** Opening Exercise material block **

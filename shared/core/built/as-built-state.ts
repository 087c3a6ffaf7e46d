import { NOTHING } from '../lump.ts';
import { observe, type Belief } from './belief.ts';
import type { SidedLine } from './sided-lines.ts';
import { placesOf, type Covered, type Weighing } from './weighing.ts';

/** The spread of a material, by its key. */
export type Spreads = Readonly<Record<string, { cv: number }>>;

/** What a weighing said against what was expected of it. */
export interface Heard {
  id: string;
  /** what it covers and was not on the scale before, by place */
  fresh: number[];
  /** as drawn, and as forecast just before it, g */
  estimated: number;
  expected: number;
  /** standard uncertainty of `expected` against the scale, g */
  uExpected: number;
  measured: number;
  u: number;
  /** what the fresh parts weigh by it, g, with its standard uncertainty beside the material's own common share */
  rest: number;
  uRest: number;
  /** covered parts that the plan does not have any more */
  strays: Covered[];
}

/** The account while weighings are told to it one after another. */
export interface BuiltState {
  lines: readonly SidedLine[];
  /** keys of the materials, the unknowns of `belief` in this order: how much heavier than its figure each is */
  materials: string[];
  belief: Belief;
  /** half of each material's variance, that which its parts do not share */
  own: number[];
  /** of a weighed line its mass, g; null of one still to come */
  mass: (number | null)[];
  /** the weighing that counts, by line */
  by: (string | null)[];
  /** mm aft of the datum */
  x: number[];
  heard: Heard[];
}

/**
 * Half of a material's variance is taken as common to all its parts (one batch, one shop, one day), half as each
 * part's own (common practice, no source): without a common half a weighed part would tell nothing of the next.
 */
export const COMMON_HALF = 0.5;

/**
 * The account before anything was weighed.
 * @example startBuilt(sidedLines(EXAMPLE_PLAN), EXAMPLE_PLAN.materials).belief.mean // → [1]
 */
export function startBuilt(lines: readonly SidedLine[], spreads: Spreads): BuiltState {
  const materials = [...new Set(lines.flatMap(({ material }) => material ?? []))];
  const common = materials.map((key) => COMMON_HALF * (spreads[key]?.cv ?? 0) ** 2);
  return {
    lines,
    materials,
    belief: {
      mean: materials.map(() => 1),
      cov: common.map((c, i) => common.map((_, j) => (i === j ? c : 0))),
    },
    own: materials.map((key) => (1 - COMMON_HALF) * (spreads[key]?.cv ?? 0) ** 2),
    mass: lines.map(() => null),
    by: lines.map(() => null),
    x: lines.map(({ at }) => at[0]),
    heard: [],
  };
}

const placeOf = (state: BuiltState, i: number) => state.materials.indexOf(state.lines[i]?.material ?? '');

/**
 * Mass of a line as it stands, g: weighed, or its estimate times what is held of its material.
 * @example massAt(EXAMPLE_BUILT, 0) // → 1.128
 */
export function massAt(state: BuiltState, i: number): number {
  const estimated = state.lines[i]?.mass ?? 0;
  return state.mass[i] ?? estimated * (state.belief.mean[placeOf(state, i)] ?? 1);
}

/**
 * Variance that a line still to come has for itself, g², beside what it shares with its material.
 * @example ownVariance(EXAMPLE_BUILT, 0).toFixed(6) // → '0.006362'
 */
export function ownVariance(state: BuiltState, i: number): number {
  const line = state.lines[i];
  if (!line) return 0;
  return line.material === null ? line.u ** 2 : line.mass ** 2 * (state.own[placeOf(state, i)] ?? 0);
}

/**
 * Estimated grams of some lines by material: the weights of what is held of the materials.
 * @example weightsOf(EXAMPLE_BUILT, [0, 1]) // → [2.256]
 */
export function weightsOf(state: BuiltState, places: readonly number[], factor = (_: number) => 1): number[] {
  const weights = state.materials.map(() => 0);
  for (const i of places) {
    const k = placeOf(state, i);
    if (k >= 0) weights[k] = (weights[k] ?? 0) + (state.lines[i]?.mass ?? 0) * factor(i);
  }
  return weights;
}

/**
 * Tells a weighing to the account. What was on the scale before keeps its reading and the fresh parts take the rest
 * in proportion to what was expected of them; where nothing is fresh, or no rest is left for it, all take what they
 * weigh together in proportion. Only fresh parts tell something of their materials, so that nothing counts twice.
 * @example hear(EXAMPLE_BUILT, { id: 'a', covers: [{ line: 'wing/ribs', side: 'port' }], mass: 1.2, u: 0.03 }).mass[0] // → 1.2
 */
export function hear(state: BuiltState, weighing: Weighing): BuiltState {
  const { places, strays } = placesOf(state.lines, weighing);
  const fresh = places.filter((i) => state.mass[i] === null);
  const before = places.filter((i) => state.mass[i] !== null);
  const sum = (of: readonly number[]) => of.reduce((total, i) => total + massAt(state, i), 0);
  const [expected, known] = [sum(places), sum(before)];
  const rest = weighing.mass - known;
  const takesRest = fresh.length > 0 && rest > NOTHING && expected - known > NOTHING;
  const factorOf = (i: number) => {
    if (!takesRest) return expected > NOTHING ? weighing.mass / expected : 1;
    return state.mass[i] === null ? rest / (expected - known) : 1;
  };
  const weights = weightsOf(state, fresh);
  const uKnown = before.reduce((total, i) => total + knownVariance(state, i), 0);
  const own = fresh.reduce((total, i) => total + ownVariance(state, i), 0);
  const variance = weighing.u ** 2 + uKnown + own;
  const items = fresh.filter((i) => placeOf(state, i) < 0);
  const told =
    takesRest && fresh.length > items.length
      ? observe(state.belief, { weights, value: rest - sum(items), variance })
      : state.belief;
  const common = state.belief.cov.reduce(
    (total, row, i) => total + row.reduce((t, c, j) => t + c * (weights[i] ?? 0) * (weights[j] ?? 0), 0),
    0,
  );
  const mass = [...state.mass];
  const by = [...state.by];
  const x = [...state.x];
  for (const i of places) {
    mass[i] = expected > NOTHING ? massAt(state, i) * factorOf(i) : weighing.mass / places.length;
    by[i] = weighing.id;
  }
  if (weighing.x !== undefined && weighing.mass > NOTHING) {
    const moment = places.reduce((total, i) => total + (mass[i] ?? 0) * (x[i] ?? 0), 0);
    for (const i of places) x[i] = (x[i] ?? 0) + weighing.x - moment / weighing.mass;
  }
  const heard: Heard = {
    id: weighing.id,
    fresh,
    estimated: places.reduce((total, i) => total + (state.lines[i]?.mass ?? 0), 0),
    expected,
    uExpected: Math.sqrt(variance + common),
    measured: weighing.mass,
    u: weighing.u,
    rest,
    uRest: Math.sqrt(variance),
    strays,
  };
  return { ...state, belief: told, mass, by, x, heard: [...state.heard, heard] };
}

/** Share of a weighing's variance that one of its lines carries, g². */
function knownVariance(state: BuiltState, i: number): number {
  const id = state.by[i];
  const heard = state.heard.find((one) => one.id === id);
  const together = state.by.reduce((total, by, j) => total + (by === id ? (state.mass[j] ?? 0) : 0), 0);
  return heard && together > NOTHING ? (heard.u ** 2 * (state.mass[i] ?? 0)) / together : 0;
}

** Closing Exercise material block **

### Problem requirements
From the lines above, copy those that contain the word "uExpected".

### Exercise result
  uExpected: number;
    uExpected: Math.sqrt(variance + common),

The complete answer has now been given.